Home Maintenance

How to Stop Pipes from Freezing

If a water pipe freezes and bursts inside your home, it could cause a terrible mess and leave you with a large repair bill. It’s highly likely going to be a terrible experience for you and your family given that water pipes only freeze when the outside temperature drops below zero. So, in this case, prevention is definitely better than cure!

Why do water pipes freeze?

Water pipes typically always contain at least a small amount of water. Even when the taps aren’t in use. When the outside temperature drops to freezing point or below, the water inside the pipes will freeze.

Here’s the science behind why water pipes freeze.

“Perhaps surprisingly, freezing pipes don’t burst because of ice expanding in place. Instead, it has to do with pressure inside the pipes.

When water freezes, its molecules crystalize into an open hexagonal form, which takes up more space than when the molecules are in their liquid form — that is, the water molecules expand as they freeze.

As the ice expands, it pushes water toward the closed faucet. This causes an immense amount of water pressure to build between the ice blockage and the faucet — eventually, the pipe ruptures under the pressure, usually at a spot where there’s little or no ice.” (Source)
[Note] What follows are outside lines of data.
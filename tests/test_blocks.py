"""Readings out of buffers: what a block holds, when its samples were taken, what is missing."""

from __future__ import annotations

import math
import random
import threading
import time
from collections.abc import Iterator
from typing import Any

import numpy as np
import pytest
from bench_readers import read
from hypothesis import given
from hypothesis import strategies as st
from scripted_instrument import Answer, Close, Hold, ScriptedInstrument, Send

from acquire.block_data import samples_in
from acquire.byte_stream import LONGEST_REPLY
from acquire.config import parse
from acquire.config.reader import ReaderSection
from acquire.errors import BadReply, InstrumentError, ReplyTimeout, SessionLost
from acquire.ieee_block import LONGEST_BLOCK, header_length, payload_length
from acquire.instrument import Instrument
from acquire.laboratory.bench import Bench
from acquire.laboratory.scenario import Scenario
from acquire.probe import probe
from acquire.reader import Reader
from acquire.sample_clock import OutOfStep, SampleClock
from analyse.replay import merge_by_time
from analyse.rig import RigEstimator

IDENTITY = "MAKER,MODEL,7,1.0"
SHORT_MS, LONG_MS = 80, 10_000
DEADLINE_S = 40.0
PERIOD_S = 0.01


def section(resource: str = "TCPIP::127.0.0.1::1::SOCKET", **keys: Any) -> ReaderSection:
    block = {"format": "float32", "sample_period_s": PERIOD_S, **keys.pop("block", {})}
    plain = {
        "name": "lockin",
        "resource": resource,
        "write_termination": "\n",
        "read_termination": "\n",
        "timeout_ms": LONG_MS,
        "queries": ["BUFFER?"],
        "fields": 3,
        "period_s": 0.2,
        "values": [{"name": "x", "position": 1}, {"name": "y", "position": 2}],
        "overload": {"position": 3, "bits": 4},
        "block": block,
    }
    return ReaderSection.model_validate({**plain, **keys})


def packed(data: bytes) -> bytes:
    size = str(len(data))
    return f"#{len(size)}{size}".encode() + data


# ---- what a block holds ----


@pytest.mark.parametrize("order", ["little", "big"])
@pytest.mark.parametrize("kind", ["int16", "int32", "float32", "float64"])
def test_binary_numbers_are_read_as_they_are(order: str, kind: str) -> None:
    one = section(block={"format": kind, "byte_order": order})
    assert one.block is not None
    numbers = np.array([[1, -2, 0], [30000, 4, -5]], kind)
    data = numbers.astype(numbers.dtype.newbyteorder("<" if order == "little" else ">")).tobytes()
    assert samples_in(one, one.block, data) == numbers.astype(float).tolist()
    with pytest.raises(BadReply, match="does not hold whole samples"):
        samples_in(one, one.block, data[:-1])
    assert samples_in(one, one.block, b"") == []


def test_text_is_cut_into_samples() -> None:
    one = section(block={"format": "text"})
    assert one.block is not None
    assert samples_in(one, one.block, b"1,2,0, 3,4,OVLD") == [["1", "2", "0"], ["3", "4", "OVLD"]]
    assert samples_in(one, one.block, b" ") == []
    for data, words in ((b"1,2,0,3", "no whole samples"), (b"1,2,\xff", "not ascii")):
        with pytest.raises(BadReply, match=words):
            samples_in(one, one.block, data)


@pytest.mark.parametrize(
    ("start", "words"),
    [(b"#0", "indefinite"), (b"1.", "should begin"), (b"##", "should begin"), (b"#", "begin")],
)
def test_what_does_not_begin_a_block_is_told(start: bytes, words: str) -> None:
    with pytest.raises(BadReply, match=words):
        header_length(start)


@pytest.mark.parametrize("digits", [b"1x", b"", b"-1", b"99999999"])
def test_a_length_that_is_none_or_too_large_is_told(digits: bytes) -> None:
    with pytest.raises(BadReply):
        payload_length(digits)
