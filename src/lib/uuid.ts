/** Provisional ids for previews: they name what a draft would open and never reach the server. */
import type { IdSource } from '../../shared/book/facts.ts';
import { makeLotCode } from '../../shared/book/lot-code.ts';

/** Ids and codes for one preview; the real ones are the server's. */
export function provisionalIds(today: string, lot_serial: string): IdSource {
  let serial = BigInt(lot_serial);
  return {
    id: () => crypto.randomUUID(),
    lotCode: (letter) => {
      serial += 1n;
      return makeLotCode(letter, today.slice(2, 4), serial);
    },
  };
}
What can you do to stop water pipes from freezing?

Let’s take a look at some of the things you can do to stop water pipes from freezing. None of these suggestions will cost a lot to implement, but they could save you a ton of money and inconvenience should you suffer from a burst water pipe.

Insulate you water pipes and how water tank

The water pipes that are most likely to be the cause of a burst are the ones outside, in the loft, basement, garage and other cold areas of your home. Good quality pipe insulation is fairly cheap and easy to fit so buying and fitting insulation is definitely something you should do to prevent water pipes from freezing and bursting.

Pipe insulation typically comes in one-metre pieces and has a slit down one side, making it easy to wrap around your water pipes.

Modern hot water tanks are fitted with hardened foam, so they don’t require any type of external insulation. On the other hand, if your water tank is older, check the quality of the insulation jacket and replace it if it looks worn out. If your older water tank doesn’t have any kind of insulation. Buy a nice new jacket for it.

Leave the heating on to prevent water pipes from freezing

When we’re home during winter, we’ll have the heating on most of the time anyway. So pipes inside the home are less likely to freeze. But, if you go away for any length of time, even overnight, leave the heating on a low setting, around 12-15 C, to warm the air inside your home to prevent pipes from freezing.

Open the loft hatch to let warm air circulate

A well-insulated loft does a great job of keeping heat in the main parts of the house. However, when the temperature drops and there’s a chance your water pipes might burst, it’s a good idea to open the loft hatch to let some of the warmer air circulate around the colder areas.

Open doors to let warm air circulate

If you have water pipes inside cupboards, cabinets or behind a closed door of an unheated room (utilities, larder, under the stairs etc), open the door to let the cold air out and some of the warmer air from the rest of your home, in.

Run your water taps to prevent water freezing

While it’s not impossible for running water to freeze, there’s less chance of it happening compared to still water. Turning your taps on and off at regular intervals is a way to prevent water pipes from freezing.